B.

On the beach by Charles Simpson

Collection

This article first appeared as 'Seaside outing displays a lightness of touch' in The Press on 24 April 2018.

Charles Simpson’s life as an artist falls into two halves, with the Great War at its mid-point. Born in 1885 into a military family Simpson was expected to follow his father into the army. A serious riding accident when aged 15 put paid to this and, with that expectation lifted, his interest in art was perhaps given more space to develop.

He studied at the Bushey School of Painting under the noted painter of horses Lucy Kemp Welch and at the Académie Julian in Paris, and he worked with the even more distinguished animal painter Alfred Munnings. The opportunity to paint in the very house that Munnings had worked in took him to Cornwall and an association with the numerous artists already active in St Ives.

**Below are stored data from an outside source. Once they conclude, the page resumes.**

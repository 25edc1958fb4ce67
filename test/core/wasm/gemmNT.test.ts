/**
 * wasmGemmNT against the JS kernel gemmNT (the same sums in the same order, so equal bit for bit):
 * shapes straddling the tile (4), the depth cut KC = 256 and the column chunk NC = 256, offsets and
 * leading dimensions, α ≠ 1, the lower-triangle mode with diagonal shifts, and the fallback. The
 * check against numpy's matmul is test/reference/wasm.test.ts.
 */
import { afterEach, describe, expect, it } from 'vitest';
import { gemmNT } from '../../../src/core/linalg/kernels.ts';
import { wasmGemmAvailable, wasmGemmNT } from '../../../src/core/wasm/gemmNT.ts';
import { disableWasmForTesting } from '../../../src/core/wasm/varianceBlock.ts';
import { seededUniform } from '../linalg/helpers.ts';

const random = (len: number, seed: number) => Float64Array.from({ length: len }, seededUniform(seed));
const bitsEqual = (a: Float64Array, b: Float64Array) => a.length === b.length && a.every((v, i) => Object.is(v, b[i]));

afterEach(() => disableWasmForTesting(false));

/** Runs both kernels on the same m × n block (inside larger arrays: offsets 3, 5, 7; ld = size + 2). */
function both(m: number, n: number, k: number, lower = false, diag = 0, alpha = -1) {
  const lda = k + 2;
  const ldb = k + 3;
  const ldc = n + 2;
  const a = random(3 + m * lda, 1 + m);
  const b = random(5 + n * ldb, 2 + n);
  const c0 = random(7 + m * ldc, 3 + k);
  const js = c0.slice();
  const wasm = c0.slice();
  gemmNT(m, n, k, alpha, a, 3, lda, b, 5, ldb, js, 7, ldc, lower, diag);
  wasmGemmNT(m, n, k, alpha, a, 3, lda, b, 5, ldb, wasm, 7, ldc, lower, diag);
  return { js, wasm, c0 };
}

describe('wasmGemmNT', () => {
  it('runs the WebAssembly kernel in Node', () => expect(wasmGemmAvailable()).toBe(true));

  it.each([
    [1, 1, 1],
    [3, 5, 2],
    [4, 4, 4],
    [7, 9, 13],
    [17, 6, 255],
    [16, 16, 256],
    [5, 3, 257],
    [33, 301, 40],
    [64, 70, 600],
  ])('m = %d, n = %d, k = %d: bit-equal to gemmNT', (m, n, k) => {
    const { js, wasm, c0 } = both(m, n, k);
    expect(bitsEqual(wasm, js)).toBe(true);
    expect(bitsEqual(wasm, c0)).toBe(false); // it did something
  });

  it.each([
    [40, 40, 30, 0],
    [37, 37, 300, 0],
    [70, 64, 65, 6],
    [50, 20, 11, -9],
    [300, 280, 9, 0],
    [9, 30, 5, 12],
  ])('lower, m = %d, n = %d, k = %d, diag = %d: bit-equal, nothing above the diagonal touched', (m, n, k, diag) => {
    const { js, wasm, c0 } = both(m, n, k, true, diag, 0.5);
    expect(bitsEqual(wasm, js)).toBe(true);
    const ldc = n + 2;
    for (let i = 0; i < m; i++) for (let j = i + diag + 1; j < n; j++) if (j >= 0) expect(wasm[7 + i * ldc + j]).toBe(c0[7 + i * ldc + j]);
  });

  it('k = 0 or an empty block leaves C alone', () => {
    for (const [m, n, k] of [
      [3, 3, 0],
      [0, 3, 3],
      [3, 0, 3],
    ] as const) {
      const { wasm, c0 } = both(m, n, k);
      expect(bitsEqual(wasm, c0)).toBe(true);
    }
  });

  it('falls back to gemmNT without WebAssembly SIMD', () => {
    disableWasmForTesting(true);
    expect(wasmGemmAvailable()).toBe(false);
    const { js, wasm } = both(13, 11, 9, true, 1);
    expect(bitsEqual(wasm, js)).toBe(true);
  });
});
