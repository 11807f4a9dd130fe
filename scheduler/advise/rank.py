"""Every set-up choice of the configurations asked for, ranked by what the pool can see.

A choice's *weighted hours* are the sum over the pool's science targets of priority x
observable hours tonight (:mod:`scheduler.advise.score`).  Each configuration's space is
enumerated whole while it is small (:mod:`scheduler.advise.space`), else searched
(:mod:`scheduler.advise.search`).  What a choice *opens* and *closes* is against
tonight's set-up of the same configuration; its *least headroom* is the smallest, over
the targets it opens, of each target's best headroom: how near the most marginal target
it serves is to being shut out by a carriage's end.
"""

from __future__ import annotations

import time
from collections.abc import Callable
from dataclasses import dataclass, replace

import numpy as np

from scheduler.advise.score import PoolSky, Scores, pool_sky, score_choices
from scheduler.advise.search import searched_space
from scheduler.advise.space import (
    MAX_EXHAUSTIVE,
    ChoiceSpace,
    space_size,
    tonight_offsets,
    whole_space,
)
from scheduler.model.array import ArrayModel
from scheduler.model.choices import Choice
from scheduler.model.problem import NightProblem


@dataclass(frozen=True)
class Option:
    """One ranked choice.  ``hours``: (science target, observable hours) where open at
    all; ``opens``/``closes``: science targets open long enough for a visit with this
    choice and not with tonight's set-up, and the reverse; ``alike``: how many
    combinations give every target the same hours (this one shown for them all);
    ``open_targets``: the science targets open long enough for a visit."""

    choice: Choice
    changes: tuple[str, ...]
    alike: int
    weighted_hours: float
    hours: tuple[tuple[str, float], ...]
    opens: tuple[str, ...]
    closes: tuple[str, ...]
    open_targets: tuple[str, ...]
    least_headroom_m: float | None

    @property
    def is_current(self) -> bool:
        return not self.changes


@dataclass(frozen=True)
class SpaceReport:
    """How one configuration's choices were covered: ``combinations`` in all,
    ``distinct`` choices scored (after merging equivalent ones); exhaustive or
    searched; seconds spent."""

    configuration: str
    combinations: int
    distinct: int
    exhaustive: bool
    seconds: float


@dataclass(frozen=True)
class Ranking:
    """The best ``top`` choices over every configuration (each at least as good as
    tonight's set-up of its configuration), best first, then the best choice and
    tonight's set-up of each configuration not among them; how each space was covered;
    the sampling step (s)."""

    options: tuple[Option, ...]
    reports: tuple[SpaceReport, ...]
    step_s: float


def rank_choices(array: ArrayModel, base: NightProblem, configurations: list[str], top: int,
                 step_s: float, seed: int = 0, max_exhaustive: int = MAX_EXHAUSTIVE,
                 tick: Callable[[str, int, int], None] | None = None) -> Ranking:  # fmt: skip
    """Rank every choice of ``configurations`` for the pool and night of ``base``
    (its beams are replaced by each configuration's)."""
    scored: list[tuple[tuple[float, int, float, int], Option]] = []
    kept: list[Option] = []
    reports = []
    for k, cfg in enumerate(configurations):
        t0 = time.perf_counter()
        sky = pool_sky(replace(base, beams=array.beams(cfg)), step_s)
        space, scores = _cover(array, cfg, sky, seed, max_exhaustive, tick)
        opens = scores.opens(sky.duration_s)
        changes, room = _changes(space, tonight_offsets(array, cfg)), _least_headroom(scores, opens)
        reps = _representatives(scores, changes, room)
        floor = scores.weighted_hours[0] - 1e-9  # no worse than tonight's set-up
        good = [c for c in reps if scores.weighted_hours[c] >= floor][:top]
        options = [_option(space, scores, sky, opens, c, room[c]) for c in good]
        scored += [((-o.weighted_hours, int(changes[c]), -np.nan_to_num(room[c]), k), o)
                   for c, o in zip(good, options, strict=True)]  # fmt: skip
        kept += options[:1]  # the configuration's best
        kept.append(options[0] if good[0] == 0 else  # and tonight's set-up
                    _option(space, scores, sky, opens, 0, room[0]))  # fmt: skip
        reports.append(SpaceReport(cfg, space.combinations, len(space), space.exhaustive,
                                   time.perf_counter() - t0))  # fmt: skip
    scored.sort(key=lambda x: x[0])
    best = [o for _, o in scored[:top]]
    best += [o for o in kept if o not in best]
    return Ranking(tuple(best), tuple(reports), float(step_s))


def _changes(space: ChoiceSpace, tonight_m: np.ndarray) -> np.ndarray:
    """(C,) the changes :meth:`~scheduler.model.choices.Choice.changes_from` lists:
    stations fed by another line, and lines in use whose fixed delay is not tonight's."""
    moved = (space.line_of_slot != space.line_of_slot[0]).sum(axis=1)
    return moved + (space.offset_of_slot_m != tonight_m[space.line_of_slot]).sum(axis=1)


def _least_headroom(scores: Scores, opens: np.ndarray) -> np.ndarray:
    """(C,) the smallest best headroom over the targets each choice opens (NaN: none)."""
    room = np.where(opens, scores.best_headroom_m, np.inf)
    least = room.min(axis=1) if room.size else np.full(len(room), np.inf)
    return np.where(np.isfinite(least), least, np.nan)


def _representatives(scores: Scores, changes: np.ndarray, room: np.ndarray) -> list[int]:
    """One choice per distinct result (the same hours for every target): the one with
    the fewest changes, then the most headroom; best weighted hours first."""
    order = np.lexsort((-np.nan_to_num(room, nan=-np.inf), changes,
                        -np.round(scores.weighted_hours, 9)))  # fmt: skip
    _, first = np.unique(np.round(scores.hours[order], 6), axis=0, return_index=True)
    return [int(c) for c in order[np.sort(first)]]


def _cover(array: ArrayModel, cfg: str, sky: PoolSky, seed: int, max_exhaustive: int,
           tick: Callable[[str, int, int], None] | None) -> tuple[ChoiceSpace, Scores]:  # fmt: skip
    def score(space: ChoiceSpace) -> Scores:
        lo, hi = space.constants(array)
        inner = None if tick is None else (lambda done: tick(cfg, done, len(space)))
        return score_choices(sky, lo, hi, inner)

    if space_size(array, cfg) <= max_exhaustive:
        space = whole_space(array, cfg)
        return space, score(space)
    space = searched_space(array, cfg, lambda s: score(s).weighted_hours, seed)
    return space, score(space)


def _option(space: ChoiceSpace, scores: Scores, sky: PoolSky, opens: np.ndarray, c: int,
            room: float) -> Option:  # fmt: skip
    names = [sky.problem.targets.names[i] for i in sky.science]
    now, here = opens[0], opens[c]
    choice = space.choice(c)
    alike = np.all(np.abs(scores.hours - scores.hours[c]) < 1e-6, axis=1)
    return Option(choice, choice.changes_from(space.choice(0)), int(space.merged[alike].sum()),
                  float(scores.weighted_hours[c]),
                  tuple((n, round(float(h), 4)) for n, h in zip(names, scores.hours[c],
                                                                 strict=True) if h > 0),
                  tuple(n for n, a, b in zip(names, here, now, strict=True) if a and not b),
                  tuple(n for n, a, b in zip(names, here, now, strict=True) if b and not a),
                  tuple(n for n, a in zip(names, here, strict=True) if a),
                  None if np.isnan(room) else float(room))  # fmt: skip
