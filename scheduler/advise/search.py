"""A search of a configuration's choices when there are too many to enumerate.

Steepest ascent with restarts: from tonight's set-up, and then from
:data:`RESTARTS` random choices (seeded), every neighbour of the current choice is
scored at once (all swaps of two stations' lines, every move of a station to a line no
station uses, every other fixed delay on one line) and the best one is taken while it
improves the weighted hours.  Every choice scored along the way is kept, merged like the
whole space, so the ranking picks from all of them.  The result is a good choice, not a
proven best: the ranking says so.
"""

from __future__ import annotations

from collections.abc import Callable

import numpy as np

from scheduler.advise.space import (
    ChoiceSpace,
    current_routing,
    merged_space,
    options_per_line,
    space_size,
)
from scheduler.model.array import ArrayModel

RESTARTS = 6
MAX_STEPS = 200


def searched_space(array: ArrayModel, cfg: str, score: Callable[[ChoiceSpace], np.ndarray],
                   seed: int) -> ChoiceSpace:  # fmt: skip
    """Choices of ``cfg`` met by the search, merged, tonight's first; ``score`` gives
    the weighted hours of a space's choices."""
    options = options_per_line(array, cfg)
    stations = tuple(st for _, st in array.configuration(cfg).feeds)
    rng = np.random.default_rng(seed)
    start = np.array(current_routing(array, cfg))
    seen_slots, seen_off = [start], [np.array([o[0] for o in options])]
    n_lines = len(array.delay_lines)
    for attempt in range(RESTARTS + 1):
        slots = start.copy() if attempt == 0 else _random_routing(array, len(start), start, rng)
        line_off = (np.array([o[0] for o in options]) if attempt == 0
                    else np.array([o[rng.integers(len(o))] for o in options]))  # fmt: skip
        for _ in range(MAX_STEPS):
            cand_s, cand_o = _neighbours(slots, line_off, options, n_lines, array.routing_free)
            cand_s, cand_o = np.vstack([slots[None], cand_s]), np.vstack([line_off[None], cand_o])
            seen_slots += list(cand_s)
            seen_off += list(cand_o)
            values = score(_space(array, cfg, cand_s, cand_o, stations))
            best = int(np.argmax(values))
            if values[best] <= values[0] + 1e-9:
                break
            slots, line_off = cand_s[best], cand_o[best]
    every = np.array(seen_slots)
    offs = np.array(seen_off)
    return merged_space(array, cfg, every, offs[np.arange(len(offs))[:, None], every],
                        space_size(array, cfg), False, stations)  # fmt: skip


def _space(array: ArrayModel, cfg: str, slots: np.ndarray, line_off: np.ndarray,
           stations: tuple[str, ...]) -> ChoiceSpace:  # fmt: skip
    per_slot = line_off[np.arange(len(line_off))[:, None], slots]
    return ChoiceSpace(cfg, stations, tuple(d.name for d in array.delay_lines), slots,
                       per_slot.astype(float), np.ones(len(slots), int), len(slots), False)


def _neighbours(slots: np.ndarray, line_off: np.ndarray, options: list[tuple[float, ...]],
                n_lines: int, free: bool) -> tuple[np.ndarray, np.ndarray]:  # fmt: skip
    out_s, out_o = [], []
    if free:
        for i in range(len(slots)):
            for j in range(i + 1, len(slots)):
                s = slots.copy()
                s[i], s[j] = s[j], s[i]
                out_s.append(s)
                out_o.append(line_off)
            for line in sorted(set(range(n_lines)) - set(slots.tolist())):
                s = slots.copy()
                s[i] = line
                out_s.append(s)
                out_o.append(line_off)
    for line in set(slots.tolist()):
        for value in options[line]:
            if value != line_off[line]:
                o = line_off.copy()
                o[line] = value
                out_s.append(slots)
                out_o.append(o)
    if not out_s:
        return np.zeros((0, len(slots)), int), np.zeros((0, len(line_off)))
    return np.array(out_s), np.array(out_o)


def _random_routing(array: ArrayModel, n_slots: int, now: np.ndarray,
                    rng: np.random.Generator) -> np.ndarray:  # fmt: skip
    if not array.routing_free:
        return now.copy()
    return rng.permutation(len(array.delay_lines))[:n_slots]

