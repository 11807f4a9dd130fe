"""Maps of the reachable sky: one per planned choice, with the pool's tracks tonight.

The map (:func:`scheduler.geometry.reach.reach_map`) covers hour angles from -12 h to
+12 h and the declinations that rise above the altitude limit, every
:data:`HA_STEP_H` hours and :data:`DEC_STEP_DEG` degrees; a pixel is reachable when
the altitude is inside its limits and every carriage inside its range (with the
planning margin).  Station horizon masks, the Moon and the Sun are not part of the
map: it shows what the choice itself decides.  Each science target of the pool is drawn
as its track over tonight's dark hours (apparent hour angle and declination) while it
is above the altitude limit.
"""

from __future__ import annotations

from dataclasses import dataclass
from typing import Any

import numpy as np

from scheduler.geometry.reach import ReachMap, reach_map, sky_axes
from scheduler.geometry.sky import altaz, enu_from_hadec, hour_angle
from scheduler.model.problem import NightProblem

HA_STEP_H = 0.1
DEC_STEP_DEG = 1.0
TRACK_STEP_S = 600.0
RAD_PER_H = np.pi / 12.0


@dataclass(frozen=True)
class Track:
    """A target's path across the map tonight: hour angle and declination (rad)."""

    target: str
    ha_rad: np.ndarray
    dec_rad: np.ndarray


@dataclass(frozen=True)
class ChoiceMap:
    """The reachable sky of one planned choice and the pool's tracks over it."""

    name: str
    title: str
    reach: ReachMap
    tracks: tuple[Track, ...]


def choice_map(problem: NightProblem, name: str, title: str,
               tracks: tuple[Track, ...]) -> ChoiceMap:  # fmt: skip
    """The map of ``problem``'s beams at its site, with the pool's ``tracks``
    (:func:`pool_tracks`, the same for every choice of a night)."""
    lat = problem.night.frame.latitude_rad
    lim = problem.limits
    ha, dec = sky_axes(lat, lim.min_altitude_rad, HA_STEP_H * RAD_PER_H,
                       np.radians(DEC_STEP_DEG))  # fmt: skip
    reach = reach_map(problem.beams, lat, (lim.min_altitude_rad, lim.max_altitude_rad), ha, dec,
                      problem.margins.delay_m)  # fmt: skip
    return ChoiceMap(name, title, reach, tracks)


def pool_tracks(problem: NightProblem) -> tuple[Track, ...]:
    """Science targets' tracks over the dark hours, NaN where below the altitude limit
    (targets never above it are left out)."""
    t = problem.night.grid(TRACK_STEP_S)
    lat = problem.night.frame.latitude_rad
    out = []
    for i in np.flatnonzero(problem.targets.is_science):
        ha = hour_angle(problem.ri_rad[i], problem.night.frame, t)
        dec = np.full(t.shape, float(problem.di_rad[i]))
        alt, _ = altaz(*enu_from_hadec(ha, dec, lat))
        if np.any(alt >= problem.limits.min_altitude_rad):
            ha = np.where(alt >= problem.limits.min_altitude_rad, ha, np.nan)
            out.append(Track(problem.targets.names[i], ha, dec))
    return tuple(out)


def map_document(m: ChoiceMap) -> dict[str, Any]:
    """The map as JSON: axes in hours and degrees, ``reachable`` rows of booleans (one
    row per declination, south first), ``headroom_m`` (null outside the altitude
    limits), and the tracks."""
    r = m.reach
    room = np.round(r.headroom_m, 3)
    return {
        "schema": "opdplan-reach-map/1",
        "configuration": m.name,
        "title": m.title,
        "ha_h": [round(float(x) / RAD_PER_H, 4) for x in r.ha_rad],
        "dec_deg": [round(float(np.degrees(x)), 4) for x in r.dec_rad],
        "reachable": r.reachable.tolist(),
        "headroom_m": [[None if np.isnan(v) else float(v) for v in row] for row in room],
        "tracks": [{"target": tr.target,
                    "ha_h": [None if np.isnan(x) else round(float(x) / RAD_PER_H, 4)
                             for x in tr.ha_rad],
                    "dec_deg": round(float(np.degrees(tr.dec_rad[0])), 4)}
                   for tr in m.tracks],
    }  # fmt: skip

He married fellow artist Ruth Allison in 1913 and together they opened their own painting school in St Ives in 1920. ‘On the Beach’, illustrated here, is dated 1919, just as his career was in full bloom. The sitter is almost certainly his wife. It is a work that can really only be appreciated face to face where the lightness of touch, and the ingenious interplay of pools of light and shadow are entrancing. The whole work is spontaneous and airy, the breeze off the sea blows right in your face. The palette is clever too: by no means a uniform white for the dress, nor sandy brown for the beach. Come into the Gallery and get up close and you will see what I mean.

The catastrophe of the war of course affected writers, musicians and artists in different ways. In some cases it triggered new ways of thinking that we would now label modernist. But for others, including Charles Simpson, it seems to have caused a step back from the Modernist brink to safety. Our painting sees him just as his creative swing is at the height of its arc, with a lightness of touch and more than a hint of impressionism; but, from the mid-1920s onwards, things change.

In 1924 he attended the rodeo performances at the International Exhibition at Wembley. He painted the horses in action and found these sold tremendously well. He was then commissioned by various Leicestershire hunts to paint their horses and hounds in action and to write a book, indeed books, about them. Hunting scenes and paintings of waterfowl became his stock in trade and he continued painting prolifically in this way until the 1960s. Some of his later paintings of show-jumping, admittedly seen only in reproduction, are really terribly bad – a lifetime away from the breezy work he had done as a young man.

‘The Press’ of 21 January 1920 records Christchurch builder James Jamieson visiting Simpson in his studio in St Ives and buying this very painting. Jamieson’s family gave it to the city in 1932.

Charles Simpson’s ‘On the Beach’ (and ‘In the orchard’ by Lucy Kemp Welch) are on display in the exhibition ‘The Weight of Sunlight’ until September.